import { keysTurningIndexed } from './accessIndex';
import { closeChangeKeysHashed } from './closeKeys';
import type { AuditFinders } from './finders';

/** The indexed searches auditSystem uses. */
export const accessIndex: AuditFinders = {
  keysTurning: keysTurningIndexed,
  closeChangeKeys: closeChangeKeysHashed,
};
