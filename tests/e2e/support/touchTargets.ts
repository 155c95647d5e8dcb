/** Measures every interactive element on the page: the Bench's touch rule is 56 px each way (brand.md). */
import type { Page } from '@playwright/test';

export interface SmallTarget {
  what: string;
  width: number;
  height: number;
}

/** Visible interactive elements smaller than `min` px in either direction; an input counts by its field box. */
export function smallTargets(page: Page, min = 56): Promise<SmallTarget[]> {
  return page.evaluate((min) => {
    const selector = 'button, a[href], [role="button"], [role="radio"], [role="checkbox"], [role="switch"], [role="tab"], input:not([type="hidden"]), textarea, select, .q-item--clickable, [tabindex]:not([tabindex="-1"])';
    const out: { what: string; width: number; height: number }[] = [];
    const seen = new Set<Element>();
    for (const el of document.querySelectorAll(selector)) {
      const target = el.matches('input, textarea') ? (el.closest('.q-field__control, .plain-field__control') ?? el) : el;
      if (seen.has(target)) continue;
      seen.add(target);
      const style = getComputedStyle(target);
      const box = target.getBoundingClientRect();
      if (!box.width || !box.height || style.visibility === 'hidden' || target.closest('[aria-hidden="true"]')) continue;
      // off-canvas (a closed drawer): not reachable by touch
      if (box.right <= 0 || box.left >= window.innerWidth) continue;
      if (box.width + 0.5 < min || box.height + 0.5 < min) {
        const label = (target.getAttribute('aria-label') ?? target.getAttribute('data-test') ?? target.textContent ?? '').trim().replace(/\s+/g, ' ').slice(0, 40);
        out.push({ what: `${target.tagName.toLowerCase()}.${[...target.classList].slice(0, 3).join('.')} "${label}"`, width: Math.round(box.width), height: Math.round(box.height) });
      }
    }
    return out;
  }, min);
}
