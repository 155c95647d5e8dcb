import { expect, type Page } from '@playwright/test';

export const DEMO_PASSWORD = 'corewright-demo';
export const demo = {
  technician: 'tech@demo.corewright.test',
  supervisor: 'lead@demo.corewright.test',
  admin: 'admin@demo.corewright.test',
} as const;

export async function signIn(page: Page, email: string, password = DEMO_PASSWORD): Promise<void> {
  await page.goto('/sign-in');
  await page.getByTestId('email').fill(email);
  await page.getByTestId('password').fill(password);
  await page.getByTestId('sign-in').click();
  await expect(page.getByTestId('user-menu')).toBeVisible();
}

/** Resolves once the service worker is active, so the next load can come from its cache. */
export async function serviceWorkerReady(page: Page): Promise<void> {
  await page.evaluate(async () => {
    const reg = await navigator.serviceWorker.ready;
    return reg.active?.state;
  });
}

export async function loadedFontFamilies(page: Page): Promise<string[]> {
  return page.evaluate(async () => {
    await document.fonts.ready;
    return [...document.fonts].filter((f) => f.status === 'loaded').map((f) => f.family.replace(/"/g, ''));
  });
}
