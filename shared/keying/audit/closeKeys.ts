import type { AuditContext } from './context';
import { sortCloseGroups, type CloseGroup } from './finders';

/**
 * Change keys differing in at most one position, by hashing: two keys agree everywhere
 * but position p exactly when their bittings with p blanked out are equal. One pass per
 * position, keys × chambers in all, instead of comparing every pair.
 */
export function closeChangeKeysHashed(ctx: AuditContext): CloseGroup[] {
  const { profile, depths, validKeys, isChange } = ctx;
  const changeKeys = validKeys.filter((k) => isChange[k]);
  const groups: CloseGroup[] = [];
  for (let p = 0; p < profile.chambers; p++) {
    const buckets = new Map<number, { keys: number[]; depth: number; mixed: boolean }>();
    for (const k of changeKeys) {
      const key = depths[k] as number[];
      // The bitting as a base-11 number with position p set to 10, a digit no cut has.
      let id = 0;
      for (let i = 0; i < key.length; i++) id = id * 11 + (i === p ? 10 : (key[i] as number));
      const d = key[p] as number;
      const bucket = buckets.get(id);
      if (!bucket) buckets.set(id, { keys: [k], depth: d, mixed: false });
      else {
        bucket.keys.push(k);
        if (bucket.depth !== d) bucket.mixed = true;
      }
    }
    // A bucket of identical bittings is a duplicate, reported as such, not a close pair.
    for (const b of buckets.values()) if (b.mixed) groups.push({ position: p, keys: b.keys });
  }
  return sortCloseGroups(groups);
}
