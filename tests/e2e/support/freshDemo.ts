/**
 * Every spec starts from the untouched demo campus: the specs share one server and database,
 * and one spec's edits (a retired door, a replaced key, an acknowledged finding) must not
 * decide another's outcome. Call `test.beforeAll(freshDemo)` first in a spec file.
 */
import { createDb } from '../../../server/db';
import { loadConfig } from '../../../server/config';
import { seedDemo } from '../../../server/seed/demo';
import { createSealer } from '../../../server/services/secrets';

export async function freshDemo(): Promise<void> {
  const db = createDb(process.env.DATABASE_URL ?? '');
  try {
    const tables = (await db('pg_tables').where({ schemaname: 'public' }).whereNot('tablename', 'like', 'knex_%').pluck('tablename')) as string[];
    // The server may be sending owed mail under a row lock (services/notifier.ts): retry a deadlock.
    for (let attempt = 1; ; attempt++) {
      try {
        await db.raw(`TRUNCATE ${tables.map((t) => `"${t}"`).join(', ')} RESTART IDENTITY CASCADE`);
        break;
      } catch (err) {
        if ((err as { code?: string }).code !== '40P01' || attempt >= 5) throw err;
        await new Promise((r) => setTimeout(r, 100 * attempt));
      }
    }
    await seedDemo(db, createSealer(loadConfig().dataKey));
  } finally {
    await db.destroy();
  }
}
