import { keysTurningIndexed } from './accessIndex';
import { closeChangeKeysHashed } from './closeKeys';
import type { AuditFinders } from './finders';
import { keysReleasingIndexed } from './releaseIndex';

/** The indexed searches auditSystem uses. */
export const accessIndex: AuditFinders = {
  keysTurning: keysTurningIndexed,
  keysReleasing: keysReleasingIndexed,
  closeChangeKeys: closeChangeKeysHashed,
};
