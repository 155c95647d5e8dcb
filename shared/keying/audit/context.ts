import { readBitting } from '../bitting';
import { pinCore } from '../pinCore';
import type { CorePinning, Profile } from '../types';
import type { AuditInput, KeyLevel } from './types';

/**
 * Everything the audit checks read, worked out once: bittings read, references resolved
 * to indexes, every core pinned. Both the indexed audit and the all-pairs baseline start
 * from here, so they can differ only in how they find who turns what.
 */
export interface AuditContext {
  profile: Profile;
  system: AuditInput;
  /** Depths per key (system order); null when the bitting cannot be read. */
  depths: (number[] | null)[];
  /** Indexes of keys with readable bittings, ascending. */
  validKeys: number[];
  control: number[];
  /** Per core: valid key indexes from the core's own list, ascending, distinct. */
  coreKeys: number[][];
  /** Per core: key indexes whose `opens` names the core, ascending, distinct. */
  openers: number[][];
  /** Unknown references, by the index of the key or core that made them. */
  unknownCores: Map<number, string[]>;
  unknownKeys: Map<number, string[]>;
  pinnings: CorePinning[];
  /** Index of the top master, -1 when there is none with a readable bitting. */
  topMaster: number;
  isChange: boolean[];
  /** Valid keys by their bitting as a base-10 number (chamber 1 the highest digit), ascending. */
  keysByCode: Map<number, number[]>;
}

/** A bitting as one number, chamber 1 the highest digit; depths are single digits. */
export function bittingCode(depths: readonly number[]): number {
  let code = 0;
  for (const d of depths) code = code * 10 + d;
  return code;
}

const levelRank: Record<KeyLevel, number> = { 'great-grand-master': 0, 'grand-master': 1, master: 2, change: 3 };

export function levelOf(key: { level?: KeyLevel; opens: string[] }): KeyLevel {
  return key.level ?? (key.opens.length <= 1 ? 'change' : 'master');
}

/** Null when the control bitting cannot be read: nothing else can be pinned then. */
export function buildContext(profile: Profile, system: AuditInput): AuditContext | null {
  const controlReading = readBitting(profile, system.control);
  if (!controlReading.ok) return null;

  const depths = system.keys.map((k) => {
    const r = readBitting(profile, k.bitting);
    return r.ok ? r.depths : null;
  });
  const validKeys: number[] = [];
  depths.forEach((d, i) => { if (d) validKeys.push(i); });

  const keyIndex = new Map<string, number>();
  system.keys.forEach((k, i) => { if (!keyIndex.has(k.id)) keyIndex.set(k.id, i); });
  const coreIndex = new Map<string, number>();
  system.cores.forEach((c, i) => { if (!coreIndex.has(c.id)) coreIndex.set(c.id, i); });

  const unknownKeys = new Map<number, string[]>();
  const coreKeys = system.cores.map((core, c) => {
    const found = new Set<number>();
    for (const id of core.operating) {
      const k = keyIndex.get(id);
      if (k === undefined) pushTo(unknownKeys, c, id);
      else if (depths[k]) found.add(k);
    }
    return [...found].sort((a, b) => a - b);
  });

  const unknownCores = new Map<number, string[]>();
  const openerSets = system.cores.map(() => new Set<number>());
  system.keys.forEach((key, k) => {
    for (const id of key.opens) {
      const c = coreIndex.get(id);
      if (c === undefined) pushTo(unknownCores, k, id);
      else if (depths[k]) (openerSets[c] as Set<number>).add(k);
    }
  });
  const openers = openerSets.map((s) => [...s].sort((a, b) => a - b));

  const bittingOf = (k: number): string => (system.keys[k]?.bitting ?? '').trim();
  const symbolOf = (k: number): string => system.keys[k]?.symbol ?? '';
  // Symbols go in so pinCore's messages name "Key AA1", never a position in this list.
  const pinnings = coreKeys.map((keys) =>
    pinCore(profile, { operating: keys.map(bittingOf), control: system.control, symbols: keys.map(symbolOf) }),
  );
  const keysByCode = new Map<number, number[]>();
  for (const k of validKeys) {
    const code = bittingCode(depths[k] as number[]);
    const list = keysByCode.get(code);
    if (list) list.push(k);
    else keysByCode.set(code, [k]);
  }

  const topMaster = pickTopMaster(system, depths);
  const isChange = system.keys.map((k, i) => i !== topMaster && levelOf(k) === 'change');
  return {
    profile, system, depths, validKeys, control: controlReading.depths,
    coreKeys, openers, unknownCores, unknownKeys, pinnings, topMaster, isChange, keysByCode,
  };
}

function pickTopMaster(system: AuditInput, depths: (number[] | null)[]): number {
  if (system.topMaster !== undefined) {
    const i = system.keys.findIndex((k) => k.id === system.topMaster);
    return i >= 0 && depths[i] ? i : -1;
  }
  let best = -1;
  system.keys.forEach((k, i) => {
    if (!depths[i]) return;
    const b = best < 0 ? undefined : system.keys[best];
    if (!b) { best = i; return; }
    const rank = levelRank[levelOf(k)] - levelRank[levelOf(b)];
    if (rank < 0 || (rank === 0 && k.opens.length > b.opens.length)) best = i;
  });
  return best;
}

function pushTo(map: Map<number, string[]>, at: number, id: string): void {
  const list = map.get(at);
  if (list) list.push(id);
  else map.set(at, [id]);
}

== How to complete this task ==
From the material above, copy exactly the lines between the line holding "coreKeys: number[][];" and the line holding "let code = 0;", inclusive, and only those.

== Result for this exercise ==
  coreKeys: number[][];
  /** Per core: key indexes whose `opens` names the core, ascending, distinct. */
  openers: number[][];
  /** Unknown references, by the index of the key or core that made them. */
  unknownCores: Map<number, string[]>;
  unknownKeys: Map<number, string[]>;
  pinnings: CorePinning[];
  /** Index of the top master, -1 when there is none with a readable bitting. */
  topMaster: number;
  isChange: boolean[];
  /** Valid keys by their bitting as a base-10 number (chamber 1 the highest digit), ascending. */
  keysByCode: Map<number, number[]>;
}

/** A bitting as one number, chamber 1 the highest digit; depths are single digits. */
export function bittingCode(depths: readonly number[]): number {
  let code = 0;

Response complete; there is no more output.